Details about argument control

Argument control is used to include and exclude markers for function GRAB.ReadGeno. The function supports two include files of (IDsToIncludeFile, RangesToIncludeFile) and two exclude files of (IDsToExcludeFile, RangesToExcludeFile), but does not support both include and exclude files at the same time.

  • IDsToIncludeFile: a file of marker IDs to include, one column (no header). Check system.file(“extdata”, “IDsToInclude.txt”, package = “GRAB”) for an example.

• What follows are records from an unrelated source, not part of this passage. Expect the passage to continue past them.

namespace Placement.Bodies;

/// <summary>What <see cref="EnergyBudgets.Compute"/> includes and how it computes the points' gravitational energy.</summary>
public sealed record EnergyBudgetOptions
{
    /// <summary>Opening angle θ in [0, 1] of the tree gravity (<see cref="GravitationalEnergy.OfPointsByTree"/>); 0 uses the exact pairwise sum. Default 0.5.</summary>
    public double OpeningAngle { get; init; } = 0.5;

    /// <summary>Thermodynamics of the profile's thermal energy (γ and energy source); null leaves the thermal energies out.</summary>
    public ThermodynamicOptions? Thermodynamics { get; init; }

    /// <summary>Angular velocity Ω(r) of the profile (1/time, r the spherical radius) for its rotational energy; null for none.</summary>
    public Func<double, double>? AngularVelocity { get; init; }
}
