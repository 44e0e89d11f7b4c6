namespace Placement.Bodies;

/// <summary>The thermodynamic state given to a set of points (see <see cref="ThermodynamicFields.Compute"/>).</summary>
/// <param name="Options">The options used (γ, energy source, match).</param>
/// <param name="InternalEnergy">Specific internal energy u of every point, length²/time² of the point set's units.</param>
/// <param name="Carried">Every quantity the profile carries (pressure, temperature, composition …) at every point's radius, each in its own unit.</param>
/// <param name="PressureQuantity">Name of the profile quantity used as pressure, or null when the profile carries none.</param>
/// <param name="InternalEnergyQuantity">Name of the profile quantity used as u (source <see cref="InternalEnergySource.Profile"/>), else null.</param>
/// <param name="PressureDeviation">Implied pressure (γ − 1) ρ_pt u of each point against the reference pressure at its radius (profile P, or (γ − 1) ρ u of the profile when it carries no pressure).</param>
/// <param name="EntropyDeviation">Implied adiabat (γ − 1) u ρ_pt^(1−γ) against the reference K = P_ref / ρ^γ at the point's radius.</param>
/// <param name="DensityDeviation">Point density estimate ρ_pt against the profile density ρ(r).</param>
/// <param name="UndefinedCount">Points where the target state is undefined (zero density or pressure: at or beyond the surface); their u is 0.</param>
public sealed record ThermodynamicState(
    ThermodynamicOptions Options,
    double[] InternalEnergy,
    IReadOnlyList<CarriedQuantity> Carried,
    string? PressureQuantity,
    string? InternalEnergyQuantity,
    RelativeDeviation PressureDeviation,
    RelativeDeviation EntropyDeviation,
    RelativeDeviation DensityDeviation,
    int UndefinedCount);
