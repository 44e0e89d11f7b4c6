using Placement.Bodies.Background;

namespace Placement.Bodies;

/// <summary>What <see cref="BodyAssembly"/> added to a placed body, for the report's body section.</summary>
/// <param name="PointMasses">Every point mass in the final (centre-of-mass) frame: cores and companions.</param>
/// <param name="Shift">The centre of mass (position, velocity) that was subtracted from everything; zero shift when none was applied.</param>
/// <param name="ResidualOffset">|Σ m x| / M after the shift, length units.</param>
/// <param name="ResidualVelocity">|Σ m v| / M after the shift, length/time units.</param>
/// <param name="Background">The background medium, or null.</param>
public sealed record BodyAssemblySummary(IReadOnlyList<PointMass> PointMasses, CentreOfMass Shift, double ResidualOffset,
    double ResidualVelocity, BackgroundSummary? Background);
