using Placement.Bodies.Background;
using Placement.IO;
using Placement.Parallelism;

namespace Placement.Bodies;

/// <summary>What to add to a placed body: companions on two-body orbits and a background medium.</summary>
public sealed record BodyAssemblyRequest
{
    /// <summary>Companions, each on its own two-body orbit about the primary (gas plus existing point masses).</summary>
    public IReadOnlyList<CompanionOrbit> Companions { get; init; } = [];

    /// <summary>The background medium, or null for none.</summary>
    public BackgroundSettings? Background { get; init; }

    /// <summary>
    /// Mesh generators: with a background, every point's mass becomes ∫ρ dV of its cell in the joint tessellation (body
    /// profile inside R, ρ_bg outside) and the cell volumes replace the body's; without one the body's masses are kept.
    /// </summary>
    public bool MeshGenerators { get; init; }

    /// <summary>Random seed (background shell rotations).</summary>
    public ulong Seed { get; init; }

    /// <summary>Parallelism; results do not depend on it.</summary>
    public ParallelSettings? Parallel { get; init; }

    /// <summary>
    /// Specific internal energy of the background, length²/time² (e.g. P_bg/((γ − 1) ρ_bg) for an ideal gas): the value of
    /// the <c>internal_energy</c> column at background points. NaN (default): not given, so a table with that column
    /// needs <see cref="BackgroundColumn"/>.
    /// </summary>
    public double BackgroundInternalEnergy { get; init; } = double.NaN;

    /// <summary>
    /// Values of extra per-point columns for the background points, for columns this class does not know (it knows
    /// <c>velocity</c>: at rest; <c>cell_volume</c>; <c>pressure</c>: the background pressure). Return null for an unknown
    /// column to make the assembly fail with a message naming it.
    /// </summary>
    public Func<PointColumn, BackgroundPoints, IReadOnlyList<double[]>?>? BackgroundColumn { get; init; }
}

  • IDsToExcludeFile: a file of marker IDs to exclude, one column (no header).

  • RangesToIncludeFile: a file of ranges to include, three columns (no headers): chromosome, start position, end position. Check system.file(“extdata”, “RangesToInclude.txt”, package = “GRAB”) for an example.

  • RangesToExcludeFile: a file of ranges to exclude, three columns (no headers): chromosome, start position, end position.

  • AlleleOrder: a character, “ref-first” or “alt-first”, to determine whether the REF/major allele should appear first or second. Default is “alt-first” for PLINK and “ref-first” for BGEN. If the ALT allele frequencies of most markers are > 0.5, you should consider resetting this option. NOTE, if you use plink2 to convert PLINK file to BGEN file, then ‘ref-first’ modifier is to reset the order.

  • AllMarkers: a logical value (default: FALSE) to indicate if all markers are extracted. It might take too much memory to put genotype of all markers in R. This parameter is to remind users.

  • ImputeMethod: a character, “none” (default), “bestguess”, or “mean”. By default, missing genotype is NA. Suppose alternative allele frequency is p, then missing genotype is imputed as 2p (ImputeMethod = “mean”) or round(2p) (ImputeMethod = “bestguess”).

Value

The function returns an R list including a genotype matrix and an information matrix.

  • GenoMat: Genotype matrix, each row is for one sample and each column is for one marker.

  • markerInfo: Information matrix including 5 columns of CHROM, POS, ID, REF, and ALT.